In a cart-pole system the agent actuates the cart (mounted on a rail) to get the pole (attached to the cart) to an upright configuration and balance it.
These visualizations help illustrate how the VoSI metric is realized by comparing the difference in performance of mixed loop (MixL) execution strategies (that forgo sensory information for different horizons h and subsequently operate closed loop) from a closed loop execution strategy (denoted as CL). The open loop phase of the rollouts are represented with a gray indicator on the top-right, which the closed loop phase represented with a green indicator.

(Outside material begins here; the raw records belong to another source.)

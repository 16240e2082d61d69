import type { PhotoRef } from '#shared/checklist/kinds/photo';
import { isPlaceableJpeg, type PhotoPlate } from '../../pdf/photo-row';
import type { CircuitContext } from './judged-entry';

/** A step's photos as plates: when each was taken and how its hash begins; one that is missing says why. */
export function photoPlates(
  circuit: CircuitContext,
  photos: readonly PhotoRef[],
  title: string,
): PhotoPlate[] {
  const { context, detail } = circuit;
  const { words, format } = context;
  const states = new Map(detail.photos.map((photo) => [photo.sha256, photo.state]));
  return photos.map((photo) => {
    const when = photo.capturedAt === null ? words.photo.timeUnknown : format.dateTime(photo.capturedAt);
    const missing = states.get(photo.sha256) === 'awaited' ? words.photo.awaited : words.photo.broken;
    return {
      width: photo.width,
      height: photo.height,
      caption: [title, words.photo.caption(when, photo.sha256.slice(0, 12))],
      alt: words.photo.alt(title),
      load: async () => {
        const bytes = await context.loadPhoto(detail.id, photo.sha256);
        if (bytes === 'skip') return bytes;
        return { bytes: bytes !== null && isPlaceableJpeg(bytes) ? bytes : null, missing };
      },
    };
  });
}
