import type { SequenceDetail } from '#shared/contracts/sequences';
import { TemporaryFailure } from '#shared/failures/failure';
import type { SequenceId } from '#shared/plant/ids';
import type { PackageContent } from './package-content';

interface Seen {
  readonly position: number;
  readonly stepListHash: string;
}

/**
 * Loads circuits so that both passes see the same: an entry that arrives between them is left for the next package,
 * because the page numbers already rest on those before it.
 */
export class CircuitSource {
  private readonly seen = new Map<SequenceId, Seen>();

  constructor(private readonly content: PackageContent) {}

  /**
   * @throws {TemporaryFailure} when the circuit's steps changed meanwhile, which a new attempt puts right
   */
  async load(sequenceId: SequenceId): Promise<SequenceDetail> {
    const detail = await this.content.loadCircuit(sequenceId);
    const known = this.seen.get(sequenceId);
    if (!known) {
      const position = detail.entries.at(-1)?.server.position ?? 0;
      this.seen.set(sequenceId, { position, stepListHash: detail.stepListHash });
      return detail;
    }
    if (known.stepListHash !== detail.stepListHash) {
      throw new TemporaryFailure('The steps of a circuit changed while the package was being built');
    }
    return { ...detail, entries: detail.entries.filter((entry) => entry.server.position <= known.position) };
  }
}
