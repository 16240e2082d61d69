import type { Step } from '#shared/checklist/step';
import { unreachable } from '#shared/failures/unreachable';
import type { FoldEntry } from '#shared/sequences/fold';
import { gap, type Block } from '../../pdf/block';
import { paragraph } from '../../pdf/paragraph';
import { photoRows } from '../../pdf/photo-row';
import { STYLES } from '../../pdf/text-style';
import { summarizeEntry } from './answer-summary';
import { say } from './document-context';
import { whoAndWhen, type CircuitContext } from './judged-entry';
import { measurementBlocks } from './measurement-blocks';
import { photoPlates } from './photo-plates';
import { readingBlocks } from './reading-blocks';
import { signedBlock } from './signature-lines';
import { superheatBlocks } from './superheat-blocks';
import { trendBlocks } from './trend-blocks';

/** What stands on a step now, drawn in the way of its kind. */
export function answerBlocks(
  circuit: CircuitContext,
  step: Step,
  entry: FoldEntry,
  history: readonly FoldEntry[],
): Block[] {
  const { context } = circuit;
  const { sheet, words } = context;
  const { content } = entry.body;
  if (content.kind === 'notApplicable')
    return paragraph(sheet, `${words.reason} ${content.reason}`, STYLES.body);
  if (content.kind !== 'answer') return [];
  const { answer } = content;
  // An answer of another kind than the step's: kept, and told as it is.
  if (answer.kind !== step.kind) return paragraph(sheet, summarizeEntry(circuit, entry, step), STYLES.body);
  switch (step.kind) {
    case 'confirm':
      return paragraph(sheet, words.confirmed, STYLES.body);
    case 'choose':
      return paragraph(sheet, optionLabel(circuit, step, entry), STYLES.strong);
    case 'reading':
      return readingBlocks(circuit, entry, step);
    case 'superheat':
      return superheatBlocks(circuit, entry, step);
    case 'measurement':
      return measurementBlocks(circuit, entry, step);
    case 'trend':
      return trendBlocks(circuit, entry, step);
    case 'photo':
      if (answer.kind !== 'photo') return [];
      return [
        { ...gap(4), keepWithNext: true },
        ...photoRows(sheet, photoPlates(circuit, answer.photos, say(context, step.title))),
      ];
    case 'note':
      return answer.kind === 'note' ? paragraph(sheet, answer.text, STYLES.body) : [];
    case 'override':
      return overrideBlocks(circuit, history);
    case 'signature':
      if (answer.kind !== 'signature') return [];
      return [
        signedBlock(circuit, entry, answer.signature, {
          capacity: words.signature.asRecorder,
          meaning: say(context, step.meaning),
        }),
      ];
    default:
      return unreachable(step);
  }
}

function optionLabel(
  circuit: CircuitContext,
  step: Extract<Step, { kind: 'choose' }>,
  entry: FoldEntry,
): string {
  const { content } = entry.body;
  if (content.kind !== 'answer' || content.answer.kind !== 'choose') return '';
  const { value } = content.answer;
  const option = step.options.find((candidate) => candidate.value === value);
  return option ? say(circuit.context, option.label) : value;
}

/** An override is told in full: every time it was set and every time it was put back. */
function overrideBlocks(circuit: CircuitContext, history: readonly FoldEntry[]): Block[] {
  const { sheet, words } = circuit.context;
  return history.flatMap((entry) => {
    const { content } = entry.body;
    if (content.kind !== 'answer' || content.answer.kind !== 'override') return [];
    const { phase, remark } = content.answer;
    const line = `${words.override[phase]}: ${whoAndWhen(circuit, entry)}`;
    return paragraph(sheet, remark === '' ? line : `${line}. ${remark}`, STYLES.body);
  });
}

Media 1(a). These trajectories start from a state when the agent has built-up some momentum to start the swingup phase of the trajectory. We observe that when the agent commits to extended horizons of open-loop execution that the momentum built up is insufficient to put the pole in an upright configuration resulting in a loss in performance when the agent commits to longer horizons of open-loop execution having observed this state.
Media 1(b). These trajectories start from a state where the agent observes a balanced upright configuration of the pole. Observe that a performant agent does not actuate the cart a lot at this point resulting in good retention of performance for horizons upto 50 timesteps, beyond which the agent starts experiencing performance degradation by failing to actuate the cart when it is critical to do so to re-balance the pole upright.
Media 1(c). The agent here observes a state along the swingup phase where the agent has built up sufficient momentum to have the pole reach an upright configuration. Observe that the agent suffers some degradation in performance on operating open loop for an horizon over 80 timesteps as the pole overshoots the desirable upright configuration.
Media 1(d). This is an illustration of trajectories starting from a state in the reset distribution where the cart and pole have low velocities. At this state, the agent can afford extended open-loop action sequences that put the agent in states that correspond to early regions of the swingup phase without experiencing any performance degradation.
Media 2. Visualization of the VoSI profiles over the course of a close loop execution starting from the reset distribution. Observe how towards the end of the rollout that the VoSI profiles appear identical -- suggesting that the agent affords periodic sensing for about every 50 timesteps (0.5 seconds).
From the procedure described in the main-paper for each state s, we have a VoSI(s, h) that indicates the value of sensory information revealing the state of the environment in h steps from now for a performant TD-MPC2 agent. We visualize a low-dimensional summary of the VoSI profiles at different states to understand the global structure of how VoSI profiles vary across different states.
We first project the VoSI profiles obtained for all the evaluated states to a 1-dimensional component i.e. projecting (#S x H -> #S x 1) to enable a low-dimensional visualization of how VoSI profiles change over states. We use PCA to project the data and this projection captures 84.05% of the variance. Figure 1, below shows the raw VoSI(s, h) and the reconstructed VoSI(s, h) from the 1D projection.
Figure 1. Illustration of the amount of structure preserved by the 1D-projection of VoSI profiles.
The reconstruction does capture characteristic features in the raw VoSI profiles and therefore enabling a simple 2D visualization (Figure 2) outlining how the VoSI profiles (characterized by the first principal-component C1) changes over states represented as: [cart.position, pole.angle, cart.velocity, pole.angular_velocity]
Figure 2(a). Reconstructed VoSI profiles from component C1 as it is linearly varied from the smallest value (mapped to 0.0) observed to the largest (mapped to 1.0).
Figure 2(b). Visualization of the states and the corresponding principal component C1 of the VoSI profile at the various states visualized as points in 2D visualizations of the state variables
From Figure 2(b), we observe interesting clustering of states at which VoSI degradation is steeper at S1 where the agent has built up some momentum and is ready to swingup Media 1(a), while degradation is fairly low around states along the starting distribution (S5) Media 1(d). Other regions of states like (S3, S4) the degradation is tied to points at which the pole is expected to reach the upright position Media 1(c). Once the pole is upright and the agent is the balancing phase of the task (S2) the VoSI roughly exhibits periodic characteristics where it might be acceptable to obtain sensory readings revealing the state of the environment every 50 timesteps (0.5 seconds) Media 1(b).